In other words, no one could be compelled to pay a debt under pain of criminal sanctions (estafa
is a different matter). No one could also substitute the payment of debt through imprisonment or
other criminal penalties (subsidiary imprisonment is also another matter).
Lets examine some laws that were questioned, albeit unsuccessfully, on the ground that these
laws violate the constitutional prohibition against non-imprisonment for debt.

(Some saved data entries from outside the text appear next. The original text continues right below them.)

"""Shared command-line options for reading track CSV files.

Used by every command that reads tracks (``fitdrag fit`` and later ones)::

    from fitdrag.commands._import_options import add_import_options, read_tracks_from_args

    add_import_options(parser)                 # in register()
    tracks = read_tracks_from_args(args.tracks, args)   # in run()

The options map one to one onto the keyword arguments of :func:`fitdrag.tracks.read_track`;
their ``dest`` names start with ``import_`` so they never clash with a command's own options
(``fitdrag track`` has its own frame-rate option for footage).
"""

from __future__ import annotations

import argparse
import math
import sys
import warnings
from collections.abc import Sequence
from typing import TYPE_CHECKING, Any

from fitdrag.errors import InputError

if TYPE_CHECKING:  # pragma: no cover - annotations only
    from fitdrag.tracks.track import Track

__all__ = ["add_import_options", "import_options_from_args", "read_tracks_from_args"]

#: ``--t-column`` value meaning "no time column: compute times from frame numbers".
NO_TIME_COLUMN = "none"

#: The length units of --units: the keys of fitdrag.tracks.UNITS, written out so that building
#: the parser does not load the track reader (a test checks that the two agree).
UNIT_CHOICES = ("m", "mm", "cm", "px")


def _origin(text: str) -> tuple[float, float]:
    parts = [p.strip() for p in text.replace(";", ",").split(",")]
    try:
        if len(parts) != 2:
            raise ValueError
        x, y = float(parts[0]), float(parts[1])
        if not (math.isfinite(x) and math.isfinite(y)):
            raise ValueError
    except ValueError:
        raise argparse.ArgumentTypeError(
            f"expected two numbers X,Y (e.g. 640,360), got {text!r}"
        ) from None
    return x, y


def _positive_float(unit: str):
    def parse(text: str) -> float:
        try:
            v = float(text)
        except ValueError:
            raise argparse.ArgumentTypeError(f"expected a number in {unit}, got {text!r}") from None
        if not math.isfinite(v) or v <= 0:
            raise argparse.ArgumentTypeError(f"must be a finite number > 0 {unit}, got {text!r}")
        return v

    parse.__name__ = f"number [{unit}]"
    return parse


def add_import_options(parser: argparse.ArgumentParser) -> argparse._ArgumentGroup:
    """Add the "track import" option group to ``parser`` and return the group."""
    g = parser.add_argument_group(
        "track import",
        "How to read the track CSV files: column names, units and axes. Positions are "
        "converted to metres in the world frame (x horizontal, y up).",
    )
    g.add_argument(
        "--t-column",
        dest="import_t_column",
        metavar="NAME",
        default="t",
        help="name of the time column, in seconds [s] (default: t; matched ignoring case); "
        f"'{NO_TIME_COLUMN}' computes times from the frame column and --frame-rate",
    )
    g.add_argument(
        "--x-column",
        dest="import_x_column",
        metavar="NAME",
        default="x",
        help="name of the horizontal position column, in --units (default: x)",
    )
    g.add_argument(
        "--y-column",
        dest="import_y_column",
        metavar="NAME",
        default="y",
        help="name of the vertical position column, in --units (default: y)",
    )
    g.add_argument(
        "--frame-column",
        dest="import_frame_column",
        metavar="NAME",
        default=None,
        help="name of the frame-number column, whole frames [1] (default: a column named "
        "'frame' if there is one)",
    )
    g.add_argument(
        "--sigma-column",
        dest="import_sigma_column",
        metavar="NAME",
        default=None,
        help="name of a column with each point's position standard uncertainty, in --units "
        "(default: a column named 'sigma' if there is one; otherwise the noise is estimated)",
    )
    g.add_argument(
        "--frame-rate",
        dest="import_frame_rate",
        metavar="HZ",
        type=_positive_float("Hz"),
        default=None,
        help="camera frame rate [Hz]; times are frame / HZ (not shifted to zero) when the file "
        f"has no time column, or with --t-column {NO_TIME_COLUMN}",
    )
    g.add_argument(
        "--units",
        dest="import_units",
        choices=list(UNIT_CHOICES),
        default="m",
        help="length unit of x, y and sigma in the file [m, mm, cm or px]; px needs --scale "
        "(default: m)",
    )
    g.add_argument(
        "--scale",
        dest="import_scale",
        metavar="M_PER_PX",
        type=float,
        default=None,
        help="image scale for --units px [m/px], e.g. 0.0005 for 0.5 mm per pixel",
    )
    g.add_argument(
        "--origin",
        dest="import_origin",
        metavar="X,Y",
        type=_origin,
        default=(0.0, 0.0),
        help="world origin in the file's coordinates [--units, e.g. px], subtracted before "
        "scaling (default: 0,0; write --origin=-5,10 when X is negative)",
    )
    g.add_argument(
        "--y-down",
        dest="import_y_down",
        action="store_true",
        help="the file's y axis points down, as image rows do (flag, no unit); y is flipped "
        "to point up",
    )
    g.add_argument(
        "--delimiter",
        dest="import_delimiter",
        metavar="D",
        default=None,
        help="column separator, one character or 'tab' or 'whitespace' (text, no unit; "
        "default: detected among , ; tab and whitespace)",
    )
    g.add_argument(
        "--encoding",
        dest="import_encoding",
        metavar="NAME",
        default="utf-8",
        help="text encoding of the files (text, no unit; default: utf-8)",
    )
    g.add_argument(
        "--strict",
        dest="import_strict",
        action="store_true",
        help="stop with an error at rows with blank or NaN cells instead of dropping them "
        "with a warning (flag, no unit)",
    )
    return g


def import_options_from_args(args: argparse.Namespace) -> dict[str, Any]:
    """The keyword arguments for :func:`fitdrag.tracks.read_track` given by ``args``.

    Options that ``args`` lacks take read_track's defaults, so a command may add only some.
    """
    t_col = getattr(args, "import_t_column", "t")
    if t_col is not None and t_col.strip().lower() == NO_TIME_COLUMN:
        t_col = None
    return {
        "t_col": t_col,
        "x_col": getattr(args, "import_x_column", "x"),
        "y_col": getattr(args, "import_y_column", "y"),
        "frame_col": getattr(args, "import_frame_column", None),
        "sigma_col": getattr(args, "import_sigma_column", None),
        "fps": getattr(args, "import_frame_rate", None),
        "units": getattr(args, "import_units", "m"),
        "scale": getattr(args, "import_scale", None),
        "origin": tuple(getattr(args, "import_origin", (0.0, 0.0))),
        "y_down": bool(getattr(args, "import_y_down", False)),
        "delimiter": getattr(args, "import_delimiter", None),
        "strict": bool(getattr(args, "import_strict", False)),
        "encoding": getattr(args, "import_encoding", "utf-8"),
    }


def read_tracks_from_args(
    paths: Sequence[str], args: argparse.Namespace, *, stderr=None
) -> list[Track]:
    """Read every track file in ``paths`` with the import options in ``args``.

    Warnings about dropped rows are printed to ``stderr`` (default ``sys.stderr``) as one
    line each, ``warning: <message>``; the dropped line numbers are also in each track's
    ``meta["dropped_rows"]``.

    Raises
    ------
    ValueError, FileNotFoundError
        As :func:`fitdrag.tracks.read_track` does; ValueError if ``paths`` is empty.
    """
    from fitdrag.tracks.csv_file import read_track

    if isinstance(paths, str):
        paths = [paths]
    if not paths:
        raise InputError("no track file given; name at least one CSV file.")
    options = import_options_from_args(args)
    out = stderr if stderr is not None else sys.stderr
    tracks = []
    for path in paths:
        with warnings.catch_warnings(record=True) as caught:
            warnings.simplefilter("always")
            tracks.append(read_track(path, **options))
        for w in caught:
            print(f"warning: {w.message}", file=out)
    return tracks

Bouncing checks. Certain laws, including Bouncing Checks Law (BP 22), have been
questioned as a violation of this right. However, its not the non-payment of an obligation which
this law punishes. The law isnt designed to coerce a debtor to pay his debt. The thrust of the law
is to prohibit, under pain of penal sanctions, the making of worthless checks and putting them in
circulation. Checks have become widely accepted as a medium of payment in trade and
commerce, and if the confidence in checks is shaken, the usefulness of checks as currency
substitutes would be greatly diminished. When the question was resolved in 1986, it had been
reported that the approximate value of bouncing checks per day was close to 200 Million Pesos,
thereafter averaging between P50 to P80 Million a day. (Lozano vs. Martinez)

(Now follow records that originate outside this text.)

"""One module per CLI command.

Each module defines ``register(subparsers) -> ArgumentParser`` (adds its sub-parser, with an
example and the exit codes in its epilog) and ``run(args) -> int`` (exit code).  Modules are
discovered automatically; shared option groups live in :mod:`fitdrag.commands._options`.

Building the parser imports every command module, so their top level imports only argparse,
the standard library, :mod:`fitdrag.errors` and :mod:`fitdrag.units`; the library (numpy,
numba, ...) is imported inside ``run`` and the helpers it calls.  tests/test_cli.py checks
that ``fitdrag --help`` loads none of the heavy libraries.
"""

Trust receipts. The same argument was raised against the Trust Receipts Law (PD 115), which
is a declaration by the legislative authority that, as a matter of public policy, the failure of a
person to turn over the proceeds of the sale of goods covered by a trust receipt or to return said
goods if not sold is a public nuisance to be abated by the imposition of penal sanctions. It
punishes the dishonesty and abuse of confidence in the handling of money or goods to the
prejudice of another. The law does not seek to enforce payment of a loan. (Tiomico vs. CA)
Credit cards. Under the Access Devices Regulation Act of 1998 (RA. 8484), anyone who
obtains money or anything of value through the use of an access device, with intent to defraud
or with intent to gain and fleeing thereafter is criminally liable, punishable with a fine and
imprisonment. That law also provides that a cardholder who abandons or surreptitiously leaves
the place of employment, business or residence stated in his application or credit card, without
informing the credit card company of the place where he could actually be found, if at the time
of such abandonment or surreptitious leaving, the outstanding and unpaid balance is past due for
at least 90 days and is more than P10,000.00, shall be prima facie presumed to have used his
credit card with intent to defraud. We are still waiting for the test case on this.